Explaining Distributed Data Consistency to IT novices? Well, …

Greek Shepherd

it’s all greek to me. Bruce Stidston cited a post on Google+ where Yonatan Zunger, Chief Architect of Google+, tried to explain Data Consistency by way of Greeks enacting laws onto statute books on disparate islands. Very long post here. It highlights the challenges of maintaining data consistency when pieces of your data are distributed over many locations, and the logistics of trying to keep them all in sync – in a way that should be understandable to the lay – albeit patient – reader.

The treatise missed out the concept of two-phased commit, which is a way of doing handshakes between two (identical copies) of a database to ensure a transaction gets played successfully on both the master and the replica sited elsewhere on a network. So, if you get some sort of failure mid transaction, both sides get returned to a consistent state without anything going down the cracks. Important if that data is monetary balance transfers between bank accounts for example.

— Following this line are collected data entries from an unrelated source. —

/// `canonical_term` with extra forms known to be integers.
pub fn canonical_term_assuming(t: &Term, regge: bool, facts: &[Lin]) -> Option<Term> {
    if t.is_zero() || selection_zero(t) {
        return None;
    }
    let mut phase = t.phase().clone();
    let mut factors = Vec::with_capacity(t.factors().len());
    for f in t.factors() {
        if f.is_symbol() {
            let img = canonical(f, regge);
            phase = &phase + &img.phase;
            factors.push(img.factor);
        } else {
            factors.push(f.clone());
        }
    }
    // idempotent factors appear once; triangle factors implied by a symbol go
    factors.sort();
    factors.dedup_by(|a, b| a == b && matches!(a, Factor::Tri(_) | Factor::Delta(..)));
    let triads: Vec<BTreeSet<Lin>> = factors
        .iter()
        .filter(|f| f.is_symbol())
        .flat_map(|f| {
            f.triads()
                .into_iter()
                .map(|t| t.iter().map(|l| (*l).clone()).collect::<BTreeSet<Lin>>())
                .collect::<Vec<_>>()
        })
        .collect();
    factors.retain(|f| match f {
        Factor::Tri(x) => {
            let s: BTreeSet<Lin> = x.iter().cloned().collect();
            !(s.len() == 3 && triads.contains(&s))
        }
        _ => true,
    });
    let mut parts = t.parts();
    parts.factors = factors;
    parts.phase = phase;
    let out = parts.normalized();
    let vars = out.all_vars();
    let relevant: Vec<Lin> = facts
        .iter()
        .filter(|l| l.vars().all(|v| vars.contains(v) && !out.bound().contains(v)))
        .cloned()
        .collect();
    let lattice = PhaseLattice::of_term_with(&out, &relevant);
    let mut parts = out.into_parts();
    parts.phase = lattice.reduce(&parts.phase);
    let out = parts.normalized();
    if out.is_zero() {
        None
    } else {
        Some(out)
    }
}

/// Eliminates deltas that pin a summed variable: `sum(x: delta(x, y) F(x))`
/// becomes `F(y)`. Returns the new term and whether anything changed.
pub fn eliminate_deltas(t: &Term) -> (Term, bool) {
    let mut cur = t.clone();
    let mut changed = false;
    loop {
        let mut did = false;
        for (i, f) in cur.factors().iter().enumerate() {
            let Factor::Delta(a, b) = f else { continue };
            let d = a - b;
            let pick = cur
                .bound()
                .iter()
                .find(|v| {
                    let c = d.coeff(v);
                    c == Q::from_integer(1) || c == Q::from_integer(-1)
                })
                .cloned();
            if let Some(v) = pick {
                // d = c v + rest = 0  =>  v = -rest / c
                let c = d.coeff(&v);
                let rest = d.substitute(&v, &Lin::zero());
                let by = rest.scale(-c.recip());
                let mut next = cur.parts();
                next.factors.remove(i);
                next.bound.retain(|x| *x != v);
                let next = next.normalized().substitute(&v, &by);
                cur = next;
                did = true;
                changed = true;
                break;
            }
        }
        if !did {
            break;
        }
    }
    (cur, changed)
}

/// Eliminates sums over a projection that a symbol's conservation law pins
/// to free variables: `sum(M: <j1, m1; j2, m2 | J, M> F(M))` becomes
/// `<j1, m1; j2, m2 | J, m1+m2> F(m1+m2)`, since every other term of the
/// sum vanishes. (A line of the projection graph pinned this way is a
/// bridge between two vertices with external legs, which no graph step
/// uses.) Done only where the pinned value has
/// the parity the symbol's columns need wherever the term is defined
/// (implied by its other columns, its triads, declarations and `facts`),
/// so that a value the sum never reaches gives a symbol that is 0.
pub fn eliminate_pinned_projections(t: &Term, facts: &[Lin]) -> Term {
    let mut cur = t.clone();
    'again: loop {
        for v in cur.bound().to_vec() {
            let holders: Vec<&Factor> = cur
                .factors()
                .iter()
                .filter(|f| f.is_symbol() && f.has(&v))
                .collect();
            // a holder whose conservation law pins v to free variables
            let pinned = holders.iter().find_map(|f| {
                let c = f.conservation()?;
                let k = c.coeff(&v);
                let free = c.vars().all(|x| *x == v || !cur.bound().contains(x));
                (k.abs() == Q::from_integer(1) && free)
                    .then(|| c.substitute(&v, &Lin::zero()).scale(-k.recip()))
            });
            let Some(by) = pinned else { continue };
            let mut next = cur.parts();
            next.bound.retain(|x| *x != v);
            let next = next.normalized().substitute(&v, &by);
            // the integer forms of the new term, without the columns the
            // substitution made
            let made: Vec<Lin> = holders
                .iter()
                .flat_map(|f| {
                    let g = f.substitute(&v, &by);
                    f.columns()
                        .into_iter()
                        .zip(g.columns())
                        .filter(|((_, m), _)| m.has(&v))
                        .map(|(_, (j, m))| j - m)
                        .collect::<Vec<Lin>>()
                })
                .collect();
            let (mut ints, zeros) = integral_forms(&next);
            ints.retain(|l| !made.contains(l));
            ints.extend(facts.iter().cloned());
            let lattice = PhaseLattice::new(&next.kinds(), &ints, &zeros);
            if made.iter().all(|l| lattice.is_integer(l)) {
                cur = next;
                continue 'again;
            }
        }
        return cur;
    }
}
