//! Matching a rule's left side against a term: the pattern's symbol is
//! compared with every image of each symbol of the term under its
//! symmetry group, and the pattern variables are solved for by linear
//! unification. A match replaces the symbol by the right side, with the
//! phase the symmetry cost.

use super::Rule;
use crate::algebra::symmetry::{classical_images, regge_images};
use crate::algebra::unify::unify;
use crate::expr::{Expr, Factor, Lin, Name, Term};
use std::collections::{BTreeMap, BTreeSet};

/// Renames the pattern variables to names no input can contain.
fn internal(n: &Name) -> Name {
    Name::new(format!("\u{2}{n}"))
}

/// The rule with its variables renamed apart from any target.
pub struct Prepared<'a> {
    /// the rule
    pub rule: &'a Rule,
    pattern: Factor,
    coef_term: Term,
    rhs: Expr,
    vars: BTreeSet<Name>,
    /// only symbols that hold no summed variable (closed forms)
    outside_sums: bool,
}

impl<'a> Prepared<'a> {
    /// Prepares a single-symbol rule (`None` for other shapes).
    pub fn new(rule: &'a Rule) -> Option<Prepared<'a>> {
        let map: BTreeMap<Name, Name> = rule
            .vars()
            .iter()
            .map(|v| (v.clone(), internal(v)))
            .collect();
        let lhs = rule.lhs.rename(&map);
        let t = &lhs.terms()[0];
        if !t.bound().is_empty() || t.factors().len() != 1 || !t.factors()[0].is_symbol() {
            return None;
        }
        let mut coef_term = t.parts();
        coef_term.factors.clear();
        let coef_term = coef_term.normalized();
        Some(Prepared {
            rule,
            pattern: t.factors()[0].clone(),
            coef_term,
            rhs: rule.rhs.rename(&map),
            vars: map.values().cloned().collect(),
            outside_sums: rule.kind == super::RuleKind::ClosedForm,
        })
    }

    /// The first rewrite of a term by this rule: the expression that
    /// replaces the term, or `None`.
    pub fn rewrite(&self, t: &Term, regge: bool) -> Option<Expr> {
        for (i, f) in t.factors().iter().enumerate() {
            if std::mem::discriminant(f) != std::mem::discriminant(&self.pattern) {
                continue;
            }
            if self.outside_sums && t.bound().iter().any(|b| f.has(b)) {
                continue;
            }
            let images = if regge {
                regge_images(f)
            } else {
                classical_images(f)
            };
            for img in images {
                let pl = self.pattern.lins();
                let tl = img.factor.lins();
                let Some(s) = unify(&pl, &tl, &self.vars) else {
                    continue;
                };
                // t = (-1)^phase img ... and img = coef_term * rhs / pattern coef
                let mut rest = t.parts();
                rest.factors.remove(i);
                rest.phase = &rest.phase + &img.phase;
                let rest = rest.normalized();
                let mut rhs = self.rhs.clone();
                for (v, by) in &s {
                    rhs = rhs.substitute(v, by);
                }
                // divide by the pattern's own constant and phase
                let inv = self
                    .coef_term
                    .scalar()
                    .recip()
                    .expect("nonzero pattern coefficient");
                let mut scale = Term::constant(&inv)
                    .expect("a monomial pattern coefficient")
                    .into_parts();
                scale.phase = -&substitute_lin(self.coef_term.phase(), &s);
                let rest = rest.mul_inside(&scale.normalized());
                let mut out = Expr::zero();
                for r in rhs.terms() {
                    out.push(rest.mul_inside(r));
                }
                return Some(out);
            }
        }
        None
    }
}

fn substitute_lin(l: &Lin, s: &BTreeMap<Name, Lin>) -> Lin {
    crate::algebra::unify::apply(l, s)
}
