fn point_strings(p: &Point) -> BTreeMap<String, String> {
    p.iter().map(|(k, v)| (k.to_string(), fmt_q(v))).collect()
}

impl CheckReport {
    /// The report of a check result.
    pub fn of(r: &CheckResult, declared: Option<String>) -> Self {
        let verdict = match &r.verdict {
            Verdict::Equal => CheckVerdict::Equal,
            Verdict::Different { .. } => CheckVerdict::Different,
            Verdict::NotEstablished => CheckVerdict::NotEstablished,
        };
        let mut report = CheckReport {
            verdict,
            equal: verdict == CheckVerdict::Equal,
            established: verdict != CheckVerdict::NotEstablished,
            checked: r.checked,
            nonzero: r.nonzero,
            mismatches: r.mismatches,
            broken_triads: r.broken_triads,
            exhaustive: r.domain.is_some(),
            declared,
            domain_points: r.domain,
            counterexample: None,
            diagnosis: None,
            findings: Vec::new(),
            repaired: None,
            repaired_side: None,
            repaired_checked: None,
        };
        if let Verdict::Different {
            at,
            lhs,
            rhs,
            diagnosis,
        } = &r.verdict
        {
            report.counterexample = Some(Counterexample {
                at: point_strings(at),
                lhs: lhs.to_string(),
                rhs: rhs.to_string(),
            });
            if let Some(d) = diagnosis {
                report.diagnosis = Some(d.text.clone());
                report.findings = d.findings.clone();
                report.repaired = Some(d.repaired.to_string());
                report.repaired_side = Some(match d.side {
                    Side::Left => "left",
                    Side::Right => "right",
                });
                report.repaired_checked = Some(d.confirmed.checked);
            }
        }
        report
    }
}

/// Counts of a result's sums and symbols (the largest over its terms).
#[derive(Clone, Copy, Debug, Serialize)]
pub struct SymbolCounts {
    /// 6j symbols
    #[serde(rename = "6j")]
    pub six_j: usize,
    /// 9j symbols
    #[serde(rename = "9j")]
    pub nine_j: usize,
}

/// A recoupling coefficient between two coupling schemes.
#[derive(Clone, Debug, Serialize)]
pub struct RecouplingReport {
    /// the coefficient
    pub result: String,
    /// as LaTeX
    pub latex: String,
    /// the number of summed variables (largest over the terms)
    pub sums: usize,
    /// the number of 6j and 9j symbols (largest over the terms)
    pub symbols: SymbolCounts,
    /// the verification against the overlap of the two coupled states
    pub verified: Verification,
    /// the verified steps from the overlap to the result
    #[serde(skip_serializing_if = "Vec::is_empty")]
    pub steps: Vec<StepReport>,
    /// the value at given leaves, when asked for
    #[serde(flatten, skip_serializing_if = "Option::is_none")]
    pub value: Option<Value>,
    /// the coefficient as an expression
    #[serde(skip)]
    pub result_expr: Expr,
}

impl RecouplingReport {
    /// The report of a recoupling.
    pub fn of(r: &crate::recouple::Recoupling) -> Self {
        let result = &r.outcome.result;
        let most = |k: fn(&crate::expr::Factor) -> bool| {
            result
                .terms()
                .iter()
                .map(|t| t.factors().iter().filter(|f| k(f)).count())
                .max()
                .unwrap_or(0)
        };
        RecouplingReport {
            result: result.to_string(),
            latex: latex::expr(result),
            sums: result
                .terms()
                .iter()
                .map(|t| t.bound().len())
                .max()
                .unwrap_or(0),
            symbols: SymbolCounts {
                six_j: most(|f| matches!(f, crate::expr::Factor::SixJ(_))),
                nine_j: most(|f| matches!(f, crate::expr::Factor::NineJ(_))),
            },
            verified: Verification::of(
                &r.outcome,
                &r.outcome.certificate,
                Some("the overlap of the two coupled states from its definition"),
            ),
            steps: r.outcome.steps.iter().map(StepReport::from).collect(),
            value: None,
            result_expr: result.clone(),
        }
    }
}

/// A value: exact (absent when only the float was asked for) and float.
#[derive(Clone, Debug, Serialize)]
pub struct Value {
    /// the exact value (`-sqrt(1/3)`)
    pub exact: Option<String>,
    /// the value in double precision
    pub float: f64,
    /// the exact value as rational multiples of square roots of
    /// square-free integers: `[(coefficient, radicand)]`
    #[serde(skip)]
    pub parts: Vec<(String, String)>,
}

impl Value {
    /// The value of an exact number.
    pub fn exact(v: &crate::numeric::Surd) -> Self {
        Value {
            exact: Some(v.to_string()),
            float: v.to_f64(),
            parts: v
                .terms()
                .map(|(root, coef)| (coef.to_string(), root.to_string()))
                .collect(),
        }
    }

    /// A float only.
    pub fn float(x: f64) -> Self {
        Value {
            exact: None,
            float: x,
            parts: Vec::new(),
        }
    }
}

/// A linear form `c0 + Σ c_v v`: the constant and each variable's
/// coefficient, as exact rationals in text (`-1/2`).
#[derive(Clone, Debug, Serialize)]
pub struct LinearShape {
    /// the constant
    pub constant: String,
    /// variable and coefficient, sorted by name
    pub terms: Vec<(String, String)>,
}

impl From<&crate::expr::Lin> for LinearShape {
    fn from(l: &crate::expr::Lin) -> Self {
        LinearShape {
            constant: fmt_q(&l.constant_part()),
            terms: l.terms().map(|(n, q)| (n.to_string(), fmt_q(q))).collect(),
        }
    }
}

/// One factor of a term, by kind and arguments in slot order.
#[derive(Clone, Debug, Serialize)]
pub struct FactorShape {
    /// `delta`, `tri`, `power`, `3j`, `cg`, `6j`, `9j` or `element`
    pub kind: &'static str,
    /// the arguments in the order the language writes them (`cg`:
    /// j1, m1, j2, m2, J, M)
    pub args: Vec<LinearShape>,
    /// the exponent of a power
    pub exponent: Option<String>,
    /// a matrix element in the language's text
    pub text: Option<String>,
}
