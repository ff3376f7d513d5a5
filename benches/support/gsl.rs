//! GSL 2.7's coupling coefficients, linked only into the benchmarks
//! (feature `gsl-bench`, Debian's libgsl-dev).
#![allow(dead_code)] // each benchmark uses some of them

#[link(name = "gsl")]
#[link(name = "gslcblas")]
extern "C" {
    pub fn gsl_sf_coupling_3j(a: i32, b: i32, c: i32, ma: i32, mb: i32, mc: i32) -> f64;
    pub fn gsl_sf_coupling_6j(a: i32, b: i32, c: i32, d: i32, e: i32, f: i32) -> f64;
    pub fn gsl_sf_coupling_9j(
        a: i32,
        b: i32,
        c: i32,
        d: i32,
        e: i32,
        f: i32,
        g: i32,
        h: i32,
        i: i32,
    ) -> f64;
    pub fn gsl_set_error_handler_off() -> *const u8;
}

The thing that impressed me most – and which i’d largely taken for granted – is how MongoDB (the most popular Open Source NoSQL Database in the world) can handle virtually all the use cases cited in the article out of the box, with no add-ons. You can specify “happy go lucky”, majority or all replicas consistent before confirming write completion. And if a definitive “Tyrant” fails, there’s an automatic vote among the surviving instances for which secondary copy becomes the new primary (and on rejoining, the changes are journaled back to consistency). And those instances can be distributed in different locations on the internet.

Bruce contended that Google may not like it’s blocking mechanics (which will slow down access while data is written) to retain consistency on it’s own search database. However, I think Google will be very read heavy, and it won’t usually be a disaster if changes are journaled onto new Google search results to its readers. No money to go between the cracks in their case, any changes just appear the next time you enact the same search; one very big moving target.

Ensuring money doesn’t go down the cracks is what Blockchains design out (majority votes, then change declines to update attempts after that’s achieved). That’s why it can take up to 10 minutes for a Bitcoin transaction to get verified. I wrote introductory pieces about Bitcoin and potential Blockchain applications some time back if those are of interest.

So, i’m sure there must be a more pithy summary someone could draw, but it would add blockchains to the discussion, and probably relate some of the artistry behind hashes and Git/Github to manage large, multiuser, multiple location code, data and writing projects. However, that’s for the IT guys. They should know this stuff, and know what to apply in any given business context.

Footnote: I’ve related MongoDB as that is the one NoSQL database I have accreditations in, having completed two excellent online courses with them (while i’m typically a senior manager, I like to dip into new technologies to understand their capabilities – and to act as a bullshit repellent!). Details of said courses here. The same functionality may well be available with other NoSQL databases.